Later, the researchers discovered that it is a pattern of inflammation that developed during evolution to meet a vital need: in normal situations, it is the body's response to the invasion of disease-causing viruses. Symptoms such as fever, redness, swelling and other signs of inflammation are all part of a strategy the body uses to fight various invaders, especially viruses. The role of caspase-8 in the skin is to restrain the activity of a molecule called IRF3, which dictates the production of interferon and other proteins that increase the antiviral response. It is not clear why the body chose to induce constant activation of IRF3 in the skin, as this strategy carries the risk of chronic inflammation. Scientists believe that it gives an advantage because it allows "high alertness" against an attack on the first line of defense, which is the skin.
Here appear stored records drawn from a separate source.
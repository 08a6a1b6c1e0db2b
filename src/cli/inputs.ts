import { DEFAULT_MODEL_OPTIONS, type ModelOptions } from '../model/model-options.ts';
import { parseRange } from '../quantity/frequency.ts';
import { InputError } from '../quantity/input-fault.ts';
import type { BudgetLine } from '../readings/budget-lines.ts';
import { readBudget } from '../readings/read-budget.ts';
import { readFiles } from '../readings/read-files.ts';
import { readPathLevels } from '../readings/read-path-levels.ts';
import { readReferences } from '../readings/read-references.ts';
import type { InputFile, Readings } from '../readings/readings.ts';
import type { InputSummary } from '../report/result.ts';
import type { GatherOptions } from '../takes/gather-takes.ts';
import type { TakeSet } from '../takes/take-set.ts';
import { fileSource } from './file-source.ts';
import { parseGrid } from './grid-text.ts';
import type { Request } from './options.ts';
import type { Progress } from './progress.ts';
import { DEFAULT_SETTINGS, type Settings } from './settings.ts';
import { type EarlierRun, readSettingsFile } from './settings-file.ts';

/** Everything that shapes the run: defaults, then the settings file, then the command line. */
export async function settingsOf(
  request: Request,
): Promise<{ readonly settings: Settings; readonly earlier: EarlierRun | undefined }> {
  const earlier = request.settingsFile === undefined ? undefined : await readSettingsFile(request.settingsFile);
  const settings: Settings = { ...DEFAULT_SETTINGS, ...earlier?.settings, ...request.given };
  if (settings.files.length > 0) return { settings, earlier };
  throw new InputError([
    {
      place: { file: request.settingsFile ?? 'settings', column: 'files' },
      found: 'no input file',
      expected: 'at least one, here or on the command line',
      remedy: 'Name the files on the command line.',
    },
  ]);
}

/** Names of all files that the settings say are to be read. */
export function namedFiles(settings: Settings): string[] {
  const { files, refs, path, budget } = settings;
  const tables = [refs, pathWord(path) === undefined ? path : null, budget];
  return [...files, ...tables.filter((table) => table !== null)];
}

/** Reads the measurement files. */
export async function readMeasurements(settings: Settings, progress: Progress): Promise<Readings> {
  const onProgress = progress.step('reading');
  const sources = await allOrFaults(settings.files.map((file) => fileSource(file)));
  return readFiles(sources, settings.level === null ? { onProgress } : { onProgress, levelFormula: settings.level });
}

// The faults of all files are told at once.
async function allOrFaults<Work extends readonly unknown[]>(
  work: Work,
): Promise<{ -readonly [Item in keyof Work]: Awaited<Work[Item]> }> {
  const outcomes = await Promise.allSettled(work);
  const failures = outcomes.filter((outcome) => outcome.status === 'rejected').map(({ reason }): unknown => reason);
  const defect = failures.find((reason) => !(reason instanceof InputError));
  if (defect !== undefined) throw defect;
  if (failures.length > 0) throw new InputError(failures.flatMap((reason) => (reason as InputError).faults));
  return Promise.all(work) as Promise<{ -readonly [Item in keyof Work]: Awaited<Work[Item]> }>;
}

export function gatherOptions(settings: Settings): GatherOptions {
  const grid = parseGrid(settings.grid);
  if (grid === undefined) throw new Error(`the grid ${settings.grid} was accepted but cannot be read`);
  return { grid, band: settings.band === null ? undefined : parseRange(settings.band) };
}

/** What the user decides about the model, with what was read for it. */
export interface ModelInputs {
  readonly options: ModelOptions;
  /** Systematic effects. */
  readonly budget: readonly BudgetLine[];
  /** Tables of certificates, path levels and systematic effects. */
  readonly files: readonly InputFile[];
  readonly notices: readonly string[];
}

/** Reads certificates, path levels and systematic effects from their files; faults of all are told together. */
export async function readModelInputs(settings: Settings): Promise<ModelInputs> {
  const { model, datum, reversible, lookalikes, refs, path, budget } = settings;
  const word = pathWord(path);
  const [certificates, levels, effects] = await allOrFaults([
    refs === null ? undefined : fileSource(refs).then(readReferences),
    word === undefined ? fileSource(path).then(readPathLevels) : undefined,
    budget === null ? undefined : fileSource(budget).then(readBudget),
  ]);
  const tables = [certificates, levels, effects].filter((table) => table !== undefined);
  return {
    options: {
      ...DEFAULT_MODEL_OPTIONS,
      model,
      datum,
      reversible,
      lookalikes,
      looseGain: settings['loose-gain'],
      references: certificates?.references ?? [],
      path: word ?? levels?.levels ?? [],
    },
    budget: effects?.lines ?? [],
    files: tables.map(({ file }) => file),
    notices: tables.flatMap(({ notices }) => notices),
  };
}

function pathWord(path: string): 'free' | 'none' | undefined {
  return path === 'free' || path === 'none' ? path : undefined;
}

/** What reading and gathering gave, for the outputs. */
export function inputSummary(readings: Readings, set: TakeSet, modelInputs: ModelInputs): InputSummary {
  return {
    files: [...readings.files, ...modelInputs.files],
    readings: readings.count,
    unused: [...readings.unused, ...set.unused],
    notices: [...readings.notices, ...modelInputs.notices, ...set.notices],
  };
}

/** @throws InputError with each input file that is no longer what it was in the run that is repeated. */
export function refuseChangedFiles({ files }: Pick<InputSummary, 'files'>, earlier: EarlierRun | undefined): void {
  const changed = files.filter(({ name, sha256 }) => (earlier?.sha256.get(name) ?? sha256) !== sha256);
  if (changed.length === 0) return;
  throw new InputError(
    changed.map(({ name }) => ({
      place: { file: name },
      found: 'a file that has changed since the result was made (its SHA-256 differs)',
      expected: 'the file that the result was made from',
      remedy: 'Put that file back, or solve the new one: oddloop solve --settings RESULT/summary.json --out NEW',
    })),
  );
}

/** One sentence for each input file that is no longer what it was in the run that is repeated. */
export function changedFiles({ files }: Pick<InputSummary, 'files'>, earlier: EarlierRun | undefined): string[] {
  return files
    .filter(({ name, sha256 }) => (earlier?.sha256.get(name) ?? sha256) !== sha256)
    .map(({ name }) => `${name} is not what it was in the run that is repeated: its SHA-256 differs.`);
}
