import { readFile } from 'node:fs/promises';
import { InputError, type InputFault } from '../quantity/input-fault.ts';
import { checkSettings, type Settings } from './settings.ts';
import { systemFault } from './system-fault.ts';

/** A run that is to be repeated. */
export interface EarlierRun {
  readonly settings: Partial<Settings>;
  /** SHA-256 of its input files by name; empty where the file is a bare list of settings. */
  readonly sha256: ReadonlyMap<string, string>;
}

const REMEDY = 'Name the summary.json of an earlier result, or a JSON file such as {"model": "reciprocal", "u": 0.3}.';

/**
 * Reads the settings of an earlier run from its `summary.json`, or from a JSON file with nothing but settings.
 * @throws InputError with every setting that cannot be used.
 */
export async function readSettingsFile(file: string): Promise<EarlierRun> {
  let text: string;
  try {
    text = await readFile(file, 'utf8');
  } catch (error) {
    throw systemFault(file, error, { expected: 'settings in JSON', remedy: REMEDY });
  }
  const record = parsedRecord(file, text);
  const isSummary = typeof record.schema === 'string' && record.schema.startsWith('oddloop-summary/');
  const values = isSummary ? record.settings : record;
  if (!isRecord(values)) throw unusable(file, 'no settings in it');
  const { accepted, troubles } = checkSettings(values);
  if (troubles.length > 0) {
    throw new InputError(
      troubles.map(
        (trouble): InputFault => ({
          place: { file, column: trouble.name },
          found: trouble.found,
          expected: trouble.expected,
          remedy: `Correct it, or take it out for the default; an example: ${trouble.example}.`,
        }),
      ),
    );
  }
  return { settings: accepted, sha256: isSummary ? fingerprints(record) : new Map() };
}

function parsedRecord(file: string, text: string): Readonly<Record<string, unknown>> {
  let value: unknown;
  try {
    value = JSON.parse(text.replace(/^\uFEFF/, ''));
  } catch (error) {
    throw unusable(file, `no JSON (${error instanceof Error ? error.message : error})`);
  }
  if (!isRecord(value)) throw unusable(file, 'JSON without names in it');
  return value;
}

function unusable(file: string, found: string): InputError {
  return new InputError([{ place: { file }, found, expected: 'settings in JSON', remedy: REMEDY }]);
}

function isRecord(value: unknown): value is Readonly<Record<string, unknown>> {
  return typeof value === 'object' && value !== null && !Array.isArray(value);
}

function fingerprints(summary: Readonly<Record<string, unknown>>): Map<string, string> {
  const found = new Map<string, string>();
  const input = isRecord(summary.input) ? summary.input : summary;
  for (const file of Array.isArray(input.files) ? input.files : []) {
    if (isRecord(file) && typeof file.name === 'string' && typeof file.sha256 === 'string') {
      found.set(file.name, file.sha256);
    }
  }
  return found;
}
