import { createReadStream, statSync } from 'node:fs';
import { stat } from 'node:fs/promises';
import { dirname, isAbsolute, join } from 'node:path';
import { InputError } from '../quantity/input-fault.ts';
import type { Source } from '../readings/source.ts';

/** Bytes that are read at a time. Larger pieces gained nothing on 77 MB. */
const PIECE = 2 ** 18;

/**
 * A file on disk, or a pipe.
 * @throws InputError where there is no such file, it is a folder, or it may not be read.
 */
export async function fileSource(path: string): Promise<Source> {
  try {
    const facts = await stat(path);
    if (facts.isDirectory()) throw faultOf(path, 'a folder', AS_TYPED);
    return sourceOf(path, facts.isFile() ? facts.size : Number.NaN, AS_TYPED);
  } catch (trouble) {
    throw inputErrorOf(path, trouble, AS_TYPED);
  }
}

function sourceOf(name: string, bytes: number, remedy: string): Source {
  return { name, bytes, open: () => piecesOf(name, remedy), sibling: (path) => siblingOf(name, path) };
}

/** Where nothing is there to measure, opening will tell. A log written on another system may use `\` in its paths. */
function siblingOf(name: string, path: string): Source {
  const beside = (relative: string) => (isAbsolute(relative) ? relative : join(dirname(name), relative));
  for (const candidate of [beside(path), beside(path.replaceAll('\\', '/'))]) {
    const facts = statSync(candidate, { throwIfNoEntry: false });
    if (facts !== undefined) return sourceOf(candidate, facts.isFile() ? facts.size : Number.NaN, AS_LOGGED);
  }
  return sourceOf(beside(path), Number.NaN, AS_LOGGED);
}

async function* piecesOf(name: string, remedy: string): AsyncGenerator<Uint8Array> {
  try {
    yield* createReadStream(name, { highWaterMark: PIECE });
  } catch (trouble) {
    throw inputErrorOf(name, trouble, remedy);
  }
}

const AS_TYPED = 'Check the path, as seen from the folder in which the program was started.';
const AS_LOGGED = 'Check the path, as seen from the folder of the file that names it.';

const FOUND: ReadonlyMap<string, string> = new Map([
  ['ENOENT', 'no such file'],
  ['ENOTDIR', 'no such file'],
  ['EISDIR', 'a folder'],
  ['EACCES', 'a file that may not be read'],
  ['EPERM', 'a file that may not be read'],
]);

/** Anything but trouble with the file itself is passed on as it is. */
function inputErrorOf(name: string, trouble: unknown, remedy: string): unknown {
  const code = (trouble as { code?: unknown } | undefined)?.code;
  if (typeof code !== 'string') return trouble;
  return faultOf(name, FOUND.get(code) ?? `a file that cannot be read (${code})`, remedy);
}

function faultOf(name: string, found: string, remedy: string): InputError {
  return new InputError([
    {
      place: { file: name },
      found,
      expected: 'a file that can be read',
      remedy,
    },
  ]);
}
The research was led by Dr. Andrew Kovalenko in Prof. Welch's laboratory. The research student at the time, Jin-Chul Kim, focused on characterizing the role of the enzyme in the epidermis. The post-doctoral researchers, Dr. Akhil Rajput and Dr. Konstantin Bogdanov, investigated the molecular mechanisms, and Dr. Tae-Bong Kang continued the research by examining the role of the enzyme in the body and examining the ways that allow it to cause cell death in certain situations, and inhibit inflammation in certain situations others. Two German scientists, Dr. Michael Kracht from the Rudolph-Buchheim Institute of Pharmacology in Giessen, and Dr. Oliver Dietrich-Breiholz from the Medical School in Hanover, assisted in the analysis of gene expression in the skin.
The research findings were published in The Journal of Experimental Medicine.
Uncovering the role of caspase-8 in mouse skin cells may contribute to a better understanding of human diseases involving chronic skin inflammation, such as psoriasis. The similarity between these two conditions is expressed, among other things, in that blocking the function of TNF - another protein studied in Velach's laboratory, which forms the basis of a highly successful drug against psoriasis - causes the symptoms of the skin disease to be alleviated in the transgenic mice. "In addition," says Prof. Velach, "our previous studies indicate the possibility that similar processes take place in other organs of the body. It is possible that the caspase-8 enzyme is essential for preventing inflammation, and that its abnormal activity may be related to a number of chronic inflammatory diseases."